- Data shown:
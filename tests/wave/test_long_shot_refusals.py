"""Long shots by stations: what cannot be done says so; the rig file, the command and the shot file."""

from __future__ import annotations

import dataclasses
from pathlib import Path

import numpy as np
import pytest

from shpb.cli.main import main
from shpb.errors import InputError
from shpb.pulse.front import UnusableShotError
from shpb.reduction import ShotResult, draw_shot, reduce
from shpb.rig.rig import Rig
from shpb.rig.rig_file import rig_from_text
from shpb.settings import Settings, Waves
from shpb.store.shot_file import load, save_shot
from shpb.wave.station_waves import station_pulses
from tests.wave.long_shots import Q, fired, long_sheet, record_of_shot

BY_STATIONS = Settings(waves=Waves.STATIONS)


@pytest.fixture(scope="module", name="two")
def _two() -> ShotResult:
    return reduce(record_of_shot(fired()), fired().plan.rig, long_sheet(), BY_STATIONS)


# --- what cannot be done says so --------------------------------------------------------------------


def test_draws_are_refused(two: ShotResult) -> None:
    with pytest.raises(InputError, match="told apart by stations"):
        draw_shot(two, 200)


def bad_rig(how: str) -> Rig:
    rig = fired().plan.rig
    second = rig.more_incident_gauges[0]
    more = {
        "one station": (),
        "one place": (dataclasses.replace(second, to_specimen_m=Q(1.5)),),
        "no channel": (dataclasses.replace(second, channels=("nowhere",)),),
        "window": (second,),
    }[how]
    return dataclasses.replace(rig, more_incident_gauges=more)


@pytest.mark.parametrize(
    ("rows", "said"),
    [
        ((0, 0, 2), "sooner than its distance|later than its distance"),
        ((1, 0, 2), "320 us sooner than its distance.*channels of the two stations"),
        ((0, -1, 2), "incident gauge 2: its first pulse comes out negative"),
        ((0, None, 2), "incident gauge 2: there is no pulse above the noise"),
    ],
)
def test_dead_inverted_and_swapped_stations_are_refused(rows: tuple[int | None, ...], said: str) -> None:
    record = record_of_shot(fired())
    volts = np.stack([
        np.zeros(record.samples) if row is None else -record.voltage_v[1] if row < 0 else record.voltage_v[row]
        for row in rows
    ])  # fmt: skip
    with pytest.raises(UnusableShotError, match=said):
        reduce(dataclasses.replace(record, voltage_v=volts), fired().plan.rig, long_sheet(), BY_STATIONS)


@pytest.mark.parametrize(
    ("how", "said"),
    [
        ("one station", "one gauge station only"),
        (
            "one place",
            "incident_gauge and incident_gauge_2 stand at one place|incident_gauge_2 and incident_gauge stand at one",
        ),
        ("no channel", "nowhere"),
        ("window", "reflected window is set by hand"),
    ],
)
def test_bad_rigs_are_refused(how: str, said: str) -> None:
    by_hand = Settings(waves=Waves.STATIONS, reflected_window_s=(0.001, 0.002))
    settings = by_hand if how == "window" else BY_STATIONS
    with pytest.raises(InputError, match=said):
        reduce(record_of_shot(fired()), bad_rig(how), long_sheet(), settings)


def test_record_that_begins_after_the_front_is_refused() -> None:
    # The front passes 1.5 m at -300 us and 0.7 m at -140 us; with 2.6 m it is there before the record begins.
    late = record_of_shot(fired(), start_s=-250e-6)
    with pytest.raises(UnusableShotError, match="a record that begins on the pulse|no quiet time"):
        reduce(late, fired().plan.rig, long_sheet(), BY_STATIONS)
    truth = fired((0.7, 1.5))
    with pytest.raises(UnusableShotError, match="not seen at rest"):
        reduce(record_of_shot(truth, start_s=-250e-6), truth.plan.rig, long_sheet(), BY_STATIONS)


def test_stations_of_another_clock_are_refused(two: ShotResult) -> None:
    from shpb.pulse.strain import StationStrain, gauge_strain

    strain = gauge_strain(two.record, two.rig, two.sheet.kind, every=True)
    short = strain.more["incident_gauge_2"]
    cut = StationStrain(short.axial[:-5], None, short.voltage_v[:, :-5])
    other = dataclasses.replace(strain, more={"incident_gauge_2": cut})
    with pytest.raises(InputError, match="different numbers of samples"):
        station_pulses(other, two.rig, two.sheet.specimen, BY_STATIONS)


# --- files and the command ---------------------------------------------------------------------------

RIG_FILE = """
[rig]
name = "long bars"
calibration_date = "2031-02-03"

[incident_bar]
material = "steel"
diameter_mm = 20.0
length_mm = 3000.0
density_kg_m3 = 8000.0
wave_speed_m_s = 5000.0
poisson_ratio = 0.29

[transmitted_bar]
material = "steel"
diameter_mm = 20.0
length_mm = 3000.0
density_kg_m3 = 8000.0
wave_speed_m_s = 5000.0
poisson_ratio = 0.29

[incident_gauge]
channel = "I1"
to_specimen_mm = 1500.0
GAUGE

[incident_gauge_2]
channel = "I2"
to_specimen_mm = 700.0
GAUGE

[transmitted_gauge]
channel = "T1"
to_specimen_mm = 1000.0
GAUGE

[striker]
length_mm = 1600.0

[settings]
waves = "stations"
""".replace(
    "GAUGE",
    'gauge_factor = 2.1\nexcitation_V = 5.0\ngain = 200.0\narrangement = "half-opposite"\n'
    'voltage_under_tension = "positive"\nscope_range_V = [-3.0, 3.0]\nscope_bits = 12',
)

SHEET = """
[shot]
id = "L-01"
kind = "compression"
date = "2031-02-17"
rig = "long.toml"
record = "L-01.csv"

[specimen]
material = "soft alloy"
diameter_mm = 10.0
length_mm = 10.0
young_modulus_GPa = 118.0
density_kg_m3 = 8900.0
"""


def test_rig_file_takes_a_long_striker_where_stations_tell_the_waves_apart() -> None:
    assert rig_from_text(RIG_FILE, "long.toml").settings["waves"] is Waves.STATIONS
    with pytest.raises(InputError, match=r"(?s)striker shorter than.*incident_gauge_2"):
        rig_from_text(RIG_FILE.replace('"stations"', '"windows"'), "long.toml")


def test_command_reduces_a_long_shot(tmp_path: Path, capsys: pytest.CaptureFixture[str]) -> None:
    record = record_of_shot(fired())
    (tmp_path / "long.toml").write_text(RIG_FILE)
    (tmp_path / "L-01.toml").write_text(SHEET)
    time = record.start_s + record.sample_interval_s * np.arange(record.samples)
    table = np.column_stack((time, record.voltage_v.T))
    header = "time (s)," + ",".join(f"{name} (V)" for name in record.channels)
    np.savetxt(tmp_path / "L-01.csv", table, delimiter=",", header=header, comments="", fmt="%.9g")
    assert main(["reduce", str(tmp_path / "L-01.toml"), "--results", str(tmp_path)]) == 0
    said = capsys.readouterr().out
    assert "accept" in said.lower()
    stored = load(tmp_path / "L-01.h5")
    assert stored.settings.waves is Waves.STATIONS
    again = stored.reduce_again()
    np.testing.assert_array_equal(again.response.three_wave.stress_pa, stored["response/stress_3w"])


def test_shot_file_holds_the_separated_waves(two: ShotResult, tmp_path: Path) -> None:
    stored = load(save_shot(two, tmp_path / "two.h5"))
    np.testing.assert_array_equal(stored["pulse/reflected/strain"], two.pulses.reflected.strain)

- Exercise prompt: Within the records above, find every line containing "cannot" and report only how many there are.

- Response box: 2